Thursday, January 3, 2013

Movies: Django Unchained

Quentin Tarantino is a brand name. He stands for sharp violent movies which are a lot of fun. But the world is changing and adapting and now many directors deliver flicks in the manner of Tarantino. Some of these films - like "The Paperboy (director: Lee Daniels)", "Killer Joe (director: William Friedkin)" and "Lawless (director: John Hillcoats) - are even sharper than the original. But the master still produces bloody but highly entertaining popcorn movies.

"Django Unchained" (imdb.com), Tarantino`s newest epic, refers to the 1966 spaghetti Western movie "Django", directed by Sergio Corbucci. Tarantino transferred the idea of a super fast gunman to the US shortly before the civil war. "Django" is another example of the revenge movies, Tarantino seems to love so much. Now a bunch of highly sadistic slave traders get messed up by a German bounty hunter and his African-American companion, a freed slave.

The film shows, typical for Tarantino, a bloody mess. But, even though "Django" is a 2 hours 45 minutes long orgy of violence and mayhem, the film is sophisticated and at least partly elegant.
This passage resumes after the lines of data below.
"""Cosmic rays and bad pixels: structure narrower than the instrument can make.

The samples are filtered with H(w) = 1 / (1 + K exp(-(w s)^2)), the Wiener filter for a
lone hit in the presence of lines of the instrument's sigma s (samples) and K times the
noise power: of a line almost nothing passes, of a hit most.
"""

from __future__ import annotations

from dataclasses import dataclass

import numpy as np

from .gauss import FWHM_PER_SIGMA
from .matched import noise_gain
from .veil import running_min

GRID = 64
LINES = 1e5  # power of lines over noise, at least
LEAST = 6.5  # sigmas of a spike
NARROW = 0.45  # share of the excess that the filter must confirm
FEWEST = 2.6  # samples per FWHM below which a line may be one sample wide
MOST = 0.005  # share of hit samples beyond which they are no hits
PAIRS = 3.2  # samples per FWHM from which two equal samples cannot be a line
ABOVE = 5.0  # sigmas over the continuum of a hit in a spectrum of absorption lines
EXCHANGES = {
    2: ((0, 1), (3, 4), (0, 3), (1, 4), (1, 2), (2, 3), (1, 2)),
    4: ((1, 2), (4, 5), (7, 8), (0, 1), (3, 4), (6, 7), (1, 2), (4, 5), (7, 8), (0, 3), (5, 8),
        (4, 7), (3, 6), (1, 4), (2, 5), (4, 7), (4, 2), (6, 4), (4, 2)),
}
UNSURE = 3.0  # samples per FWHM assumed at most where the instrument is not known


@dataclass(frozen=True, eq=False)
class Spikes:
    """index: sample of each hit; excess: y there less its surroundings; significance;
    hit: samples it spoils, True at each, (n,)."""

    index: np.ndarray
    excess: np.ndarray
    significance: np.ndarray
    hit: np.ndarray


def none_found(n: int) -> Spikes:
    """No hit among n samples."""
    return Spikes(np.zeros(0, dtype=int), np.zeros(0), np.zeros(0), np.zeros(n, dtype=bool))


def spike_filter(fwhm: float, lines: float = LINES) -> np.ndarray:
    """Filter's answer to a unit sample, symmetric, odd length.

    fwhm: of the instrument, samples; lines: power of the lines over the noise."""
    w = np.arange(GRID // 2 + 1) * 2 * np.pi / GRID
    h = 1.0 / (1.0 + lines * np.exp(-((w * 0.9 * fwhm / FWHM_PER_SIGMA) ** 2)))
    return np.fft.fftshift(np.fft.irfft(h, GRID))[1:]


def find_spikes(y, noise, good, runs, fwhm: float, correlation) -> Spikes:
    """Hits of one segment, one or two samples wide.

    y: (continuum - flux)/continuum, (n,); noise: one sigma of y, (n,); good: usable;
    runs: slices without gaps; fwhm: of the instrument, samples; correlation: of the noise.
    """
    if fwhm < FEWEST:
        return none_found(len(y))
    white = spike_filter(fwhm, LINES + 10.0 * float(np.max(np.abs(y / noise))) ** 2)
    # a hit raises its own error: the noise is that of the samples around
    noise = running_median(noise, 4)
    sizes = (1, 2) if fwhm >= PAIRS else (1,)
    answers = [_answer(y, runs, white, size) for size in sizes]
    gains = [_gain(np.convolve(white, np.ones(size)), correlation) for size in sizes]
    strengths = np.array([np.abs(a) / (noise * g) for (a, _), g in zip(answers, gains)])
    strengths[_against(y, answers)] = 0.0
    size = np.argmax(strengths, axis=0)
    strength = np.take_along_axis(strengths, size[None], axis=0)[0]
    index, excess, hit = [], [], np.zeros(len(y), dtype=bool)
    for i in np.flatnonzero((strength > LEAST) & good):
        if strength[i] < strength[max(0, i - 4) : i + 5].max():
            continue
        response, unit = answers[size[i]]
        around = _surroundings(y, i, int(size[i]))
        worst = i + int(np.argmax(np.abs(y[i : i + 1 + size[i]] - around)))
        above = y[worst] - around
        real = abs(above) > LEAST * noise[worst]
        if real and response[i] / unit * np.sign(above) >= NARROW * abs(above):
            index.append(worst)
            excess.append(above)
            hit[_spoilt(y, noise, worst, around)] = True
    return Spikes(np.array(index, dtype=int), np.array(excess), strength[index], hit)


def running_median(values, half: int) -> np.ndarray:
    """Median of 5 or 9 samples (``half`` 2 or 4) about each one, ends held, shape (n,).

    Exchanges of whole arrays that bring the middle one to its place (N. Devillard 1998,
    after Paeth 1990): many times faster than a sort at every sample, and exact.
    """
    padded = np.pad(values, half, "edge")
    p = [padded[i : i + len(values)] for i in range(2 * half + 1)]
    for a, b in EXCHANGES[half]:
        p[a], p[b] = np.minimum(p[a], p[b]), np.maximum(p[a], p[b])
    return p[half]


def _gain(kernel, correlation) -> float:
    """Scatter of filtered noise; an estimated correlation may leave too little at high
    frequencies to be believed."""
    return max(noise_gain(kernel, correlation), 0.3 * float(np.sqrt(np.sum(kernel**2))))


def few(spikes: Spikes) -> Spikes:
    """The hits, or none where they are so many that they must be something else."""
    n = len(spikes.hit)
    return spikes if len(spikes.index) <= max(3, MOST * n) else none_found(n)


def bridged(y, hit) -> np.ndarray:
    """y with straight lines over the hit samples."""
    index = np.arange(len(y))
    return np.interp(index, index[~hit], y[~hit]) if hit.any() else y


def upward(spikes: Spikes, y, noise) -> Spikes:
    """The hits that stand above the continuum."""
    keep = y[spikes.index] < -ABOVE * noise[spikes.index]
    hit = spikes.hit & (y < -ABOVE * noise)
    return Spikes(spikes.index[keep], spikes.excess[keep], spikes.significance[keep], hit)


def joined(one: Spikes, other: Spikes) -> Spikes:
    """Hits of both, those of ``other`` only where ``one`` has none within two samples."""
    away = np.array([np.all(np.abs(one.index - i) > 2) for i in other.index], dtype=bool)
    columns = [
        np.r_[getattr(one, n), getattr(other, n)[away]] for n in ("index", "excess", "significance")
    ]
    order = np.argsort(columns[0])
    return Spikes(*(c[order] for c in columns), one.hit | other.hit)


def in_absorption(y, noise, good) -> bool:
    """Whether troughs outnumber peaks so much that a narrow peak is no line."""
    down, up = (np.mean(s * y[good] > ABOVE * noise[good]) for s in (1, -1))
    return bool(down > 5.0 * up)


def _against(y, answers) -> np.ndarray:
    """True where the filter answers the wrong way or beside a taller sample: its side
    lobes, (sizes, n)."""
    local = y - running_median(y, 2)
    tallest = -running_min(-np.abs(local), 5)
    pair = local + np.r_[local[1:], 0.0]
    beside = np.abs(local) < 0.5 * tallest
    return np.array([(a * e <= 0) | beside for (a, _), e in zip(answers, (local, pair))])


def _answer(y, runs, white, size: int) -> tuple[np.ndarray, float]:
    """(filter against ``size`` equal samples from each one on, its answer to a unit hit)."""
    kernel = np.convolve(white, np.ones(size))
    unit = float(np.sum(np.convolve(white, np.ones(size), "same")[len(white) // 2 :][:size]))
    out = np.zeros(len(y))
    for run in runs:
        if run.stop - run.start > GRID:
            half = len(white) // 2
            padded = np.pad(y[run], (half, half + size - 1), "reflect", reflect_type="odd")
            out[run] = np.convolve(padded, kernel, "valid")
    return out, unit


def _surroundings(y, i: int, more: int) -> float:
    """Level under a hit of 1 + ``more`` samples: median of those two and three away."""
    left, right = y[max(0, i - 3) : max(1, i - 1)], y[i + more + 2 : i + more + 4]
    return float(np.median(np.r_[left, right]))


def _spoilt(y, noise, i: int, around: float) -> slice:
    """The hit sample and those next to it that stand out the same way."""
    first, last = i, i + 1
    excess = y[i] - around
    sign = np.sign(excess)
    out = [
        k for k in (i - 1, i + 1)
        if 0 <= k < len(y) and sign * (y[k] - around) > max(3.0 * noise[k], 0.05 * abs(excess))
    ]
    return slice(min([first, *out]), max([last, *(k + 1 for k in out)]))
It seems that Tarantino has invested more time into the development of the dialogues than in his former works. Hence the filed conversations grant the film a lot of his pleasure.

Christoph Waltz almost owns the movie. The Austrian actor, whom I had loved for his role in Polanski´s "Carnage", delivers another brilliant feat as a German bounty hunter named Dr. King Schultz. I adore the sophisticated and elegant manners he uses to stultify his opponents.
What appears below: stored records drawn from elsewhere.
"""Measure a spectrum: noise, pseudo-continuum, line width, features and their profiles."""

from __future__ import annotations

from dataclasses import dataclass, replace

import numpy as np

from ..errors import InputRefused
from ..progress import Progress
from .continuum import Spacing, fit_continuum, smooth_run
from .detect import run_filters
from .features import FeatureTable
from .finding import filter_runs, segment_features
from .groups import Trace
from .matched import expected_false, threshold_for
from .noise import estimate_noise
from .options import Measurement, MeasureOptions, SegmentMeasure
from .veil import veil
from .stretches import stretches, usable
from .width import measure_width


@dataclass(frozen=True, eq=False)
class Prepared:
    """A segment with all that detection needs."""

    trace: Trace
    runs: list
    nodes: SegmentMeasure
    fwhm_pixels: np.ndarray


def measure_spectrum(spectrum, options: MeasureOptions = MeasureOptions(), progress=None):
    """Measure every significant peak and trough: a Measurement.

    spectrum: linewright Spectrum; options: MeasureOptions; progress: Progress or None.
    Raises InputRefused when no segment holds enough usable samples, Cancelled on cancel.
    """
    progress = progress or Progress()
    warnings: list[str] = []
    prepared = []
    for i, segment in enumerate(spectrum.segments):
        progress.report("measuring noise and continuum", 0.5 * i / len(spectrum.segments))
        prepared.append(prepare(segment, options, warnings))
    if all(p is None for p in prepared):
        raise InputRefused(
            spectrum.name or "spectrum", "no stretch of 30 usable samples in it",
            "check the mask, the flux column and the ranges asked for",
        )
    filtered = [filter_runs(p) if p is not None else [] for p in prepared]
    pieces = [piece for runs in filtered for f in runs for piece in f.pieces]
    threshold = options.threshold or threshold_for(pieces)
    tables = []
    for i, (ready, runs) in enumerate(zip(prepared, filtered)):
        progress.report("finding and fitting features", 0.6 + 0.4 * i / len(prepared))
        if ready is not None:
            tables.append(segment_features(ready, runs, threshold, i))
    progress.report("measured", 1.0)
    return Measurement(
        features=_join(tables),
        segments=tuple(p.nodes if p is not None else None for p in prepared),
        threshold=float(threshold),
        trials=float(sum(2 * n for n, _ in pieces)),
        expected_false=expected_false(threshold, pieces),
        coverage=_coverage(prepared),
        warnings=tuple(dict.fromkeys(warnings)),
    )


def filtered_runs_of(spectrum, options: MeasureOptions):
    """(samples, neighbour correlation) of every stretch, as ``expected_false`` takes them."""
    prepared = [prepare(s, options, []) for s in spectrum.segments]
    return [piece for p in prepared if p for f in filter_runs(p) for piece in f.pieces]


def _chosen(segment, ranges):
    good = usable(segment)
    if ranges:
        inside = np.zeros(len(good), dtype=bool)
        for low, high in ranges:
            inside |= (segment.wave >= low) & (segment.wave <= high)
        good &= inside
    return good


def prepare(segment, options: MeasureOptions, warnings: list) -> Prepared | None:
    """Noise, continuum and width of one segment; None when it holds too little."""
    good = _chosen(segment, options.ranges)
    runs = [r for r in stretches(segment.wave, good) if good[r].sum() >= 30]
    if not runs:
        return None
    keep = np.zeros(len(good), dtype=bool)
    for r in runs:
        keep[r] = good[r]
    good = keep
    wave = segment.wave
    flux = np.interp(np.arange(len(wave)), np.flatnonzero(good), segment.flux[good])
    noise = estimate_noise(flux, good, runs)
    width = _assumed_width(wave, noise.lag, options)
    for round_ in range(2):
        sigma = _sigma(segment, good, noise, warnings if round_ == 1 else [])
        spacing = Spacing(_node_distance(wave, good, width), _length(noise))
        centre, level, error = fit_continuum(wave, flux, good, sigma, spacing)
        run = smooth_run(wave, centre, level)
        y, relative = 1.0 - flux / run, sigma / run
        if not options.resolution:
            width = _width(wave, y, relative, good, runs, noise)
        pixels = width / np.gradient(wave)
        if round_ < 1:
            quiet = _quiet(y, relative, good, runs, pixels, noise)
            sure = bool(quiet[good].mean() > 0.6)
            longest = max(1.0, float(np.median(pixels[good])) * (0.85 if sure else 0.33))
            noise = estimate_noise(y, good, runs, quiet, longest, sure)
            noise = replace(noise, sigma=noise.sigma * run)
    under = _veil(y, relative, runs, pixels, _length(noise))
    trace = Trace(wave, y, relative, good, width, np.interp(wave, centre, error),
                  noise.correlation, under)
    nodes = _nodes(trace, centre, level, error, pixels)
    return Prepared(trace, runs, nodes, pixels)


def _veil(y, noise, runs, pixels, length):
    under = np.zeros(len(y))
    for r in runs:
        under[r] = veil(y[r], noise[r], pixels[r], length)
        under[r] -= veil(-y[r], noise[r], pixels[r], length)
    return under


def _length(noise) -> float:
    return float(1.0 + 2.0 * noise.correlation[1:].sum())


def _nodes(trace, centre, level, error, pixels) -> SegmentMeasure:
    at = np.unique(np.linspace(0, len(trace.wave) - 1, 200).astype(int))
    count = 16 * max(len(centre) - 1, 1) + 1
    dense = np.interp(np.linspace(0, len(centre) - 1, count), np.arange(len(centre)), centre)
    dense = np.unique(np.r_[trace.wave[0], dense, trace.wave[-1]])
    return SegmentMeasure(
        node_wave=dense, node_flux=smooth_run(dense, centre, level),
        node_err=np.interp(dense, centre, error),
        noise_wave=trace.wave[at], noise=trace.noise[at], correlation=trace.correlation,
        width_wave=trace.wave[at], width=trace.width[at], width_pixels=pixels[at],
    )


def _assumed_width(wave, lag, options):
    if options.resolution:
        return wave / options.resolution
    return np.gradient(wave) * max(3.0, 3.0 * lag)


def _node_distance(wave, good, width):
    """150 line widths, at most a 25th of the range, but 15 widths, 60 samples
    and a 300th of the range at least."""
    typical = float(np.median(width[good]))
    step = float(np.median(np.gradient(wave)[good]))
    span = float(wave[good][-1] - wave[good][0])
    return max(
        min(150.0 * typical, span / 25.0), 15.0 * typical, min(60 * step, span / 12.0),
        span / 300.0,
    )


def _sigma(segment, good, noise, warnings):
    """Noise in flux units: the uncertainty array where it agrees with the pixels.

    The pixels may scatter less than the array says by a factor 0.7 (correlated samples
    do) and more by 1.25 before the array is rescaled.
    """
    if segment.uncertainty is None:
        return noise.sigma
    index = np.arange(len(good))
    given = np.interp(index, index[good], segment.uncertainty[good])
    scale = float(np.median(noise.sigma[good] / given[good]))
    if 0.7 < scale < 1.25:
        return given
    warnings.append(
        f"the uncertainty array is off by a factor {scale:.2f} against the scatter of the "
        "samples and was rescaled"
    )
    return given * scale


def _width(wave, y, noise, good, runs, model):
    """Line width in Angstrom at every sample; three independent samples without lines."""
    width = measure_width(wave, y, noise, good, runs, model.correlation)
    return 3.0 * model.lag * np.gradient(wave) if width is None else width


def _quiet(y, noise, good, runs, pixels, model):
    """True where neither filter sees a feature within 1.5 widths."""
    quiet = good.copy()
    for r in runs:
        f = run_filters(y[r], noise[r], good[r], pixels[r], model.correlation)
        busy = (np.abs(f.level) > 5.0) | (np.abs(f.curve) > 4.0)
        reach = int(1.5 * np.median(pixels[r])) + 1
        near = np.convolve(busy, np.ones(2 * reach + 1), mode="full")[reach : reach + len(busy)]
        quiet[r] &= near < 0.5
    return quiet


def _join(tables) -> FeatureTable:
    names = [n for n in FeatureTable.__dataclass_fields__ if n != "flags"]
    columns = {n: np.concatenate([getattr(t, n) for t in tables]) for n in names}
    flags = tuple(f for t in tables for f in t.flags)
    table = FeatureTable(**columns, flags=flags)
    table = table.take(np.lexsort((table.wave, table.segment)))
    return replace(table, number=np.arange(1, len(table) + 1))


def _coverage(prepared):
    ranges = sorted(
        (float(p.trace.wave[r.start]), float(p.trace.wave[r.stop - 1]))
        for p in prepared if p is not None for r in p.runs
    )
    merged: list[tuple[float, float]] = []
    for low, high in ranges:
        if merged and low <= merged[-1][1]:
            merged[-1] = (merged[-1][0], max(high, merged[-1][1]))
        else:
            merged.append((low, high))
    return tuple(merged)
Leonardo DiCaprio, as a violence freak and perverted slave owner, is the perfect adversary to Waltz`s character. The American actor plays a villain of whom each James Bond movie could be proud about. Contrary to the usual redneck & brain dead slave holders his sophisticated style matches Dr. Schultz`s brilliance in a very entertaining way.

Jamie Foxx is a cool and deadly "Django", almost like the original, the Italian actor Franco Nero. The beauty of Kerry Washington, as Django`s enslaved wife, lends the film more charm.
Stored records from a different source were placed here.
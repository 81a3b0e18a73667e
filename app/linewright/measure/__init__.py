"""Noise, pseudo-continuum, features and their profiles."""

from .again import Differences, differences, measure_again
from .anchors import Anchors, add_anchor, anchors_of, move_anchor, refit, remove_anchor
from .by_hand import fit_profile, measure_at
from .core import measure_spectrum
from .features import FeatureTable
from .features_from import features_from_columns
from .limits import EquivalentWidth, equivalent_width, rest_width, upper_limit
from .options import Measurement, MeasureOptions
from .region import RegionFit, choose_region, fit_region

__all__ = [
    "Anchors", "Differences", "EquivalentWidth", "FeatureTable", "MeasureOptions", "Measurement",
    "RegionFit", "add_anchor", "anchors_of", "choose_region", "differences", "equivalent_width",
    "features_from_columns", "fit_profile", "fit_region", "measure_again", "measure_at",
    "measure_spectrum", "move_anchor", "refit", "remove_anchor", "rest_width", "upper_limit",
]
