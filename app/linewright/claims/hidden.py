"""Lines hidden in the features of others: that they are not seen says little.

Two lines within one resolution element make one feature, the stronger one's. Where something
unlisted made a feature, a listed line beside it may be there all the same, the weaker of the
two; only a line that would have been the stronger one speaks against by being absent. Lines
of the list share their features by ``Groups.first``; this is the same for the unlisted.
"""

from __future__ import annotations

import numpy as np

from .curves import CENTRES, bin_of
from .entries import PROBIT
from .populations import STELLAR

EVEN = 0.25  # before anything is learned, as share_above gives it at the median
HALF = np.log10(2.0)  # dex: the main source makes at least half of the strength


def share_above(strength, seen):
    """Chance (at CENTRES) that something unlisted is stronger than a line of such a strength.

    strength, seen: (n,) predicted strength of lines and P(seen). Lists end at weak lines, so an
    unlisted one is taken to be like the weaker of two features.
    """
    mass = np.bincount(bin_of(strength), seen, len(CENTRES)) + 1e-9
    above = 1.0 - (np.cumsum(mass) - 0.5 * mass) / np.sum(mass)
    return above**2


def absence(problem, pairs, state, groups, shown):
    """Chance (p,) that each pair's line makes no feature of its own, its feature being another's.

    shown: (p,) chance that it makes one when nothing hides it.
    """
    if not problem.complete:
        return np.ones(len(shown))
    missing = 1.0 - shown * pairs.covered[pairs.entry]
    for block in pairs.blocks:
        if block.population == STELLAR:
            beside = np.abs(pairs.own[block.pairs]) < problem.group_half_width[pairs.entry[block.pairs]]
            rows = block.pairs[beside]
            missing[rows] += (1.0 - missing[rows]) * _weaker(pairs, state, groups, rows)
    return missing


def _weaker(pairs, state, groups, rows):
    """Chance that the line made less than half of a feature that something else made: by the
    measured depth, or by how strong features are where none was measured."""
    total = groups.total[pairs.entry[rows]]
    out = np.full(len(rows), EVEN)
    if state.above is not None:
        out = np.interp(total, CENTRES, state.above)
    known = np.isfinite(pairs.m[rows])
    relation, which = state.relation[STELLAR], rows[known]
    error = np.sqrt(relation.scatter**2 + pairs.m_variance[which])
    excess = pairs.m[which] - relation(total[known] + HALF)
    out[known] = 1.0 / (1.0 + np.exp(-PROBIT * excess / error))
    return out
But all these fine actors are standing in the shadow of Samuel L. Jackson as house slave Stephen. This factotum is obnoxiously obedient to his master, the slave holder, but vicious to his fellow slaves. His creepy and somewhat demoniacal style reminds me a bit of the character "Gollum" in "The Lord of the Ring".

A Tarantino movie wouldn`t be a Tarantino movie without a superb soundtrack, this time with a lot in the style of Ennio Morricone, the score master of the spaghetti Westerns.

"Django Unchained" is a fairy tale for grown ups who don`t mind when the screen gets sometimes a bit bloody.